ABOUT THIS EXERCISE:
Starting at the first line of the data below, repeat each line word for word up to and including the line with "sector 77 flags".
*** SOURCE RECORDS
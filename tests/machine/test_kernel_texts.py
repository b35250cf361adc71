import pytest
from hypothesis import given, strategies as st

from diskwatch.machine.kernel_texts import TEXTS, Says, told

# Wordings of several versions as printed; devices and numbers are invented.
KNOWN = (
    (Says.REQUEST, "sda", "I/O error, dev sda, sector 2048 op 0x0:(READ) flags 0x800 phys_seg 1 prio class 2"),
    (
        Says.REQUEST,
        "nvme0n1",
        "critical medium error, dev nvme0n1, sector 8 op 0x1:(WRITE) flags 0x0 phys_seg 1",
    ),
    (
        Says.REQUEST,
        "sdb",
        "blk_update_request: I/O error, dev sdb, sector 77 op 0x0:(READ) flags 0x0 phys_seg 1",
    ),
    (Says.REQUEST, "sdb", "blk_update_request: critical medium error, dev sdb, sector 77"),
    (Says.REQUEST, "sdb", "print_req_error: I/O error, dev sdb, sector 77 flags 80700"),
    (Says.REQUEST, "sdb", "end_request: I/O error, dev sdb, sector 77"),
    (Says.REQUEST, "sdb", "timeout error, dev sdb, sector 77 op 0x0:(READ) flags 0x0 phys_seg 1 prio class 0"),
    (Says.REQUEST, "cciss!c0d0", "I/O error, dev cciss!c0d0, sector 1 op 0x0:(READ) flags 0x0 phys_seg 1"),
    (Says.PAGE_LOST, "sdb1", "Buffer I/O error on dev sdb1, logical block 5, lost async page write"),
    (Says.PAGE_LOST, "sdb1", "Buffer I/O error on dev sdb1, logical block 5, lost sync page write"),
    (Says.PAGE_UNREAD, "sdb1", "Buffer I/O error on dev sdb1, logical block 5, async page read"),
    (Says.EXCEPTION, "ata3.00", "ata3.00: exception Emask 0x10 SAct 0x0 SErr 0x4040000 action 0xe frozen"),
    (Says.COMMAND_FAILED, "ata3.00", "ata3.00: failed command: READ FPDMA QUEUED"),
    (
        Says.RESULT,
        "ata3.00",
        r"ata3.00: cmd 60/08:00 tag 0 ncq dma in\x0a         res 41/40:08 Emask 0x409 (media error) <F>",
    ),
    (Says.RESULT, None, "         res 40/00:00:00:00:00/00:00:00:00:00/00 Emask 0x4 (timeout)"),
    (Says.ERROR_BITS, "ata3.00", "ata3.00: error: { UNC }"),
    (Says.LINK_BITS, "ata3", "ata3: SError: { PHYRdyChg CommWake DevExch }"),
    (Says.RESET, "ata3", "ata3: hard resetting link"),
    (Says.SLOWED, "ata3", "ata3: limiting SATA link speed to 3.0 Gbps"),
    (Says.SLOWED, "ata3.00", "ata3.00: limiting speed to UDMA/66:PIO4"),
    (Says.SLOWED, "ata3.00", "ata3.00: NCQ disabled due to excessive errors"),
    (Says.GIVEN_UP, "ata3.00", "ata3.00: disable device"),
    (Says.GIVEN_UP, "ata3", "ata3: reset failed, giving up"),
    (Says.DETAIL, "ata3", "ata3: EH complete"),
    (Says.DETAIL, "ata3", "ata3: SATA link up 6.0 Gbps (SStatus 133 SControl 300)"),
    (Says.SENSE_KEY, "sde", "sd 8:0:0:0: [sde] tag#122 Sense Key : Medium Error [current] "),
    (Says.SENSE_KEY, "sde", "sd 8:0:0:0: [sde] tag#1 Sense Key : Hardware Error [current] [descriptor] "),
    (Says.SENSE_MORE, "sde", "sd 8:0:0:0: [sde] tag#122 Add. Sense: Unrecovered read error"),
    (
        Says.HOST_RESULT,
        "sde",
        "sd 8:0:0:0: [sde] tag#4 FAILED Result: hostbyte=DID_TIME_OUT driverbyte=DRIVER_OK",
    ),
    (Says.OFFLINED, None, "sd 8:0:0:0: Device offlined - not ready after error recovery"),
    (Says.OFFLINED, "sde", "sd 8:0:0:0: [sde] rejecting I/O to offline device"),
    (Says.STOPPED, "sde", "sd 8:0:0:0: [sde] Stopping disk"),
    (Says.DETAIL, "sde", "sd 8:0:0:0: [sde] tag#17 CDB: Read(10) 28 00 00 00 08 00 00 00 01 00"),
    (Says.NVME_TIMEOUT, "nvme0", "nvme nvme0: I/O 5 (I/O Cmd) QID 1 timeout, aborting"),
    (Says.NVME_TIMEOUT, "nvme0", "nvme nvme0: I/O 5 QID 1 timeout, reset controller"),
    (
        Says.NVME_TIMEOUT,
        "nvme0",
        "nvme nvme0: I/O tag 489 (d1e9) opcode 0x1 (I/O Cmd) QID 3 timeout, aborting req_op:WRITE(1) size:512",
    ),
    (Says.NVME_LOST_INTERRUPT, "nvme0", "nvme nvme0: I/O 5 QID 1 timeout, completion polled"),
    (Says.NVME_DOWN, "nvme0", "nvme nvme0: controller is down; will reset: CSTS=0xffffffff, PCI_STATUS=0xffff"),
    (Says.NVME_DOWN, "nvme0", "nvme nvme0: Disabling device after reset failure: -19"),
    (Says.NVME_STATUS, "nvme0n1", "nvme0n1: I/O Cmd(0x2) @ LBA 2048, 1 blocks, I/O Error (sct 0x2 / sc 0x81) "),
    (
        Says.NVME_STATUS,
        "nvme0n1",
        "nvme0n1: Read(0x2) @ LBA 1, 8 blocks, Unrecovered Read Error (sct 0x2 / sc 0x81) DNR",
    ),
    (
        Says.FILE_SYSTEM,
        "dm-0",
        "EXT4-fs error (device dm-0): __ext4_find_entry:1685: inode #2: comm ls: reading",
    ),
    (Says.FILE_SYSTEM, "sda1", "EXT4-fs (sda1): Remounting filesystem read-only"),
    (Says.FILE_SYSTEM, "dm-0", "Aborting journal on device dm-0-8."),
    (Says.FILE_SYSTEM, "sda1", "Aborting journal on device sda1-8."),
    (Says.FILE_SYSTEM, "dm-0", "JBD2: I/O error when updating journal superblock for dm-0-8."),
    (
        Says.FILE_SYSTEM,
        "sda3",
        "BTRFS error (device sdb3): bdev /dev/sda3 errs: wr 0, rd 1, flush 0, corrupt 0, gen 0",
    ),
    (
        Says.FILE_SYSTEM,
        "sda3",
        "BTRFS error (device sda3): parent transid verify failed on logical 1 wanted 2 found 1",
    ),
    (Says.FILE_SYSTEM, "sda2", 'XFS (sda2): metadata I/O error in "xfs_trans" at daddr 0x10 len 8 error 5'),
    (Says.ARRAY_DROPPED, "sdb1", "md/raid1:md0: Disk failure on sdb1, disabling device."),
    (Says.ARRAY_MENDED, "sdb1", "md/raid1:md0: read error corrected (8 sectors at 2048 on sdb1)"),
    (Says.WOKE, None, "PM: suspend exit"),
)


@pytest.mark.parametrize(("says", "name", "line"), KNOWN)
def test_every_wording_says_what_it_means_and_of_which_device(says, name, line):
    said = told(line)
    assert said is not None
    assert said.says is says
    assert said.parts.get("name") == name


def test_every_row_of_the_table_has_an_example_and_a_source():
    for text in TEXTS:
        assert text.source
        assert any(text.pattern.fullmatch(line) for _, _, line in KNOWN), text.pattern.pattern


def test_lines_of_other_things_are_none_of_ours():
    for line in (
        "",
        "usb 1-4: new high-speed USB device number 3",
        "eth0: link up",
        "audit: type=1400",
        "I/O APIC",
    ):
        assert told(line) is None


def test_a_line_about_drives_that_no_row_knows_is_told_apart():
    said = told("ata3.00: something that was never printed before")
    assert said is not None
    assert said.says is None


@given(st.text(max_size=200))
def test_no_text_raises(line):
    told(line)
******
EXERCISE RESPONSE:
filename tests/machine/test_kernel_texts.py
repository b35250cf361adc71
import pytest
from hypothesis import given, strategies as st

from diskwatch.machine.kernel_texts import TEXTS, Says, told

# Wordings of several versions as printed; devices and numbers are invented.
KNOWN = (
    (Says.REQUEST, "sda", "I/O error, dev sda, sector 2048 op 0x0:(READ) flags 0x800 phys_seg 1 prio class 2"),
    (
        Says.REQUEST,
        "nvme0n1",
        "critical medium error, dev nvme0n1, sector 8 op 0x1:(WRITE) flags 0x0 phys_seg 1",
    ),
    (
        Says.REQUEST,
        "sdb",
        "blk_update_request: I/O error, dev sdb, sector 77 op 0x0:(READ) flags 0x0 phys_seg 1",
    ),
    (Says.REQUEST, "sdb", "blk_update_request: critical medium error, dev sdb, sector 77"),
    (Says.REQUEST, "sdb", "print_req_error: I/O error, dev sdb, sector 77 flags 80700"),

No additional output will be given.